A new world-first, digital tracking system covering the medicines supply chain across the European Union has gone live, promising greater security against counterfeit medicines.
The new European Medicines Verification System (EMVS) is a world first, and uses a 2D data matrix (barcode) to track every pack of medicines as they make their way from the manufacturer into the supply chain and on to the patient.
Medicines now also have an anti-tamper device (ATD) to ensure they are not interfered with before the patient receives them.
The system went live on Saturday 9 February, and has been introduced under new European regulations, the Falsified Medicines Directive (FMD) and is managed by a consortia of stakeholders.
A decade or more in the making, the regulations aim to eliminate the potential for fake drugs to enter the supply chain, a problem which over the years has grown into a multi-million dollar illegal industry.
The European Medicines Verification System (EMVS) is a pioneering system, and is using new technology and a dedicated network of national bodies working together to guarantee safety and security.
Hugh Pullen, president of the European Medicines Verification Organisation (EMVO), the non-profit organisation which runs the system, comments: “The EMVS has a unique structure that really makes it one of a kind. It will connect around 2,000 pharmaceutical companies, around 6,000 wholesale distribution authorisation holders, 140,000 pharmacies, 5,000 hospital pharmacies and around 2000 dispensing doctors in 28 EEA countries.”
Pullen adds that the new network is only possible because of the central EMVO team and ‘substantial’ collaboration between all stakeholders in the pharmaceutical supply chain.

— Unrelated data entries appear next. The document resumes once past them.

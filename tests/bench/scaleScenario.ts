/**
 * The invented scenario of `npm run bench:scale`: farms spread over a few hundred km of
 * the US corn belt (so that their skies differ), each with rectangular fields of varied
 * size, every field with a tree line along one edge (deciduous cottonwood or evergreen
 * spruce, alternately) and a machine shed on every fifth. All names are invented.
 * Written through the repositories, after the demo seed (whose farms count towards the
 * farms and whose fields count towards the fields).
 */
import type { Database } from '../../server/db/index.ts'
import { createRepositories } from '../../server/db/repositories/index.ts'
import { rectangle } from '../support/forecastFields.ts'

/** A small deterministic generator (mulberry32) so every run builds the same scenario. */
function random(seed: number): () => number {
  let a = seed >>> 0
  return () => {
    a = (a + 0x6d2b79f5) >>> 0
    let t = a
    t = Math.imul(t ^ (t >>> 15), t | 1)
    t ^= t + Math.imul(t ^ (t >>> 7), t | 61)
    return ((t ^ (t >>> 14)) >>> 0) / 4_294_967_296
  }
}

const FARM_WORDS = ['Willow', 'Prairie', 'Cedar', 'Stone', 'Maple', 'Meadow', 'Clover', 'Hawk', 'Aspen', 'Sorrel']
const FARM_ENDS = ['Bend', 'Ridge', 'Flats', 'Creek', 'Hollow']

/**
 * Adds farms until there are `farmCount` and fields until there are `fieldCount`, spread
 * evenly over the farms (the generated farms get the remainder first). Farms lie on a
 * jittered grid over about 6 degrees of longitude and 3 of latitude (about 500 x 330 km).
 */
export async function buildScaleScenario(db: Database, fieldCount: number, farmCount = 40): Promise<{ farms: number; fields: number }> {
  const repos = createRepositories(db)
  const rnd = random(15)
  const level = (await repos.serviceLevels.findByName('RTK')) ?? (await repos.serviceLevels.list())[0]
  if (!level) throw new Error('No service level: seed the planning data first.')
  const existingFarms = (await repos.farms.list({ page: 1, pageSize: 500, order: 'asc', sort: 'name' })).rows
  const existingFields = (await repos.fields.listAll()).length
  const toAdd = Math.max(0, fieldCount - existingFields)
  const newFarms = Math.max(1, farmCount - existingFarms.length)
  const perFarm = Math.floor(toAdd / newFarms)
  let extra = toAdd - perFarm * newFarms
  const cols = 6
  for (let f = 0; f < newFarms; f++) {
    const lat0 = 40.5 + Math.floor(f / cols) * (3 / Math.ceil(newFarms / cols)) + rnd() * 0.2
    const lon0 = -98.5 + (f % cols) * 1.0 + rnd() * 0.3
    const name = `${FARM_WORDS[f % FARM_WORDS.length]} ${FARM_ENDS[Math.floor(f / FARM_WORDS.length) % FARM_ENDS.length]} Farm ${f + 1}`
    const farmId = await repos.farms.insert({
      name,
      timeZone: 'America/Chicago',
      address: '',
      notes: 'Invented for the scale benchmark.',
    })
    const count = perFarm + (extra > 0 ? 1 : 0)
    if (extra > 0) extra--
    for (let i = 0; i < count; i++) {
      const widthM = 250 + Math.round(rnd() * 550)
      const heightM = 200 + Math.round(rnd() * 400)
      // Fields in rows of five, 900 m apart.
      const lat = lat0 + Math.floor(i / 5) * 0.0085
      const lon = lon0 + (i % 5) * 0.011
      const boundary = rectangle(lon, lat, widthM, heightM)
      const ring = boundary.coordinates[0]
      await repos.fields.insert({
        farmId,
        name: `Parcel ${i + 1}`,
        crop: i % 3 === 0 ? 'soybeans' : 'corn',
        notes: 'Invented for the scale benchmark.',
        serviceLevelId: level.id,
        antennaHeightM: 3.2,
        boundary: JSON.stringify(boundary),
        areaHa: (widthM * heightM) / 10_000,
        centroidLat: (ring[0][1] + ring[2][1]) / 2,
        centroidLon: (ring[0][0] + ring[2][0]) / 2,
      })
      const deciduous = i % 2 === 0
      // The tree line runs along the north edge (even fields) or the west edge (odd ones).
      const line = deciduous
        ? [[ring[3][0], ring[3][1] + 0.0002], [ring[2][0], ring[2][1] + 0.0002]]
        : [[ring[0][0] - 0.0003, ring[0][1]], [ring[3][0] - 0.0003, ring[3][1]]]
      await repos.obstructions.insert({
        farmId,
        kind: deciduous ? 'deciduous' : 'evergreen',
        heightM: deciduous ? 17 + rnd() * 6 : 12 + rnd() * 6,
        geometry: JSON.stringify({ type: 'LineString', coordinates: line }),
        leaflessFrom: deciduous ? '11-01' : null,
        leaflessTo: deciduous ? '04-15' : null,
        note: `${deciduous ? 'Cottonwood' : 'Spruce'} row by Parcel ${i + 1} (invented)`,
      })
      if (i % 5 === 4) {
        const [x, y] = ring[1]
        const shed = [[x + 0.0004, y], [x + 0.0008, y], [x + 0.0008, y + 0.0003], [x + 0.0004, y + 0.0003], [x + 0.0004, y]]
        await repos.obstructions.insert({
          farmId,
          kind: 'structure',
          heightM: 9,
          geometry: JSON.stringify({ type: 'Polygon', coordinates: [shed] }),
          leaflessFrom: null,
          leaflessTo: null,
          note: `Machine shed by Parcel ${i + 1} (invented)`,
        })
      }
    }
  }
  return { farms: existingFarms.length + newFarms, fields: existingFields + toAdd }
}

EMVO says it will ensure the system remains technical stable, secure and that any issues are ironed out without any disruption. However two countries, Italy and Greece will have longer transition periods to join the system.
The organisation says that the EMVO system could well serve as a blueprint for securing the supply of medicines beyond Europe.
For the UK, the introduction of EMVS has highlighted further the problems caused by Brexit. On Friday, UK pharma industry and NHS leaders welcomed the new system, hailing it as the ‘world’s best’ medicines safety system and said it would be a ‘travesty’ if the UK had to leave the new network as part of a no-deal Brexit.
Pullen has told Securing Industry that some smaller pharma companies and pharmacies won’t yet be ready to implement the system, with national authorities allowing for a ‘soft launch’ period.
How the system works:
* Pharmaceutical manufacturers and parallel importers will now serialise the packaging of their prescription medicines with a Unique Identifier (imbedded in a two-dimensional data-matrix), as well as sealing the packaging with a tamper verification feature. The Unique Identifiers are then uploaded by the manufacturer to the European Hub (the EMVS).
* Wholesalers and other stakeholders use specially designed software to scan the data matrix on a medicine’s outer packaging to verify its authenticity as it travels through the supply chain. The verification of the Unique Identifier and authentication happens in the National Medicines Verification System (NMVS). The European Hub connects national systems in order to make them interoperable. Manufacturers use a secure connection with the European Hub to upload the data of the medicinal products.
* Before dispensing the medicines to a patient, the unique identifier will be ‘decommissioned’ from the EMVS by the pharmacist, hospital pharmacist or, in some special cases, the wholesaler. This provides a final safety measure to ensure the end point verification of the medicines’ authenticity.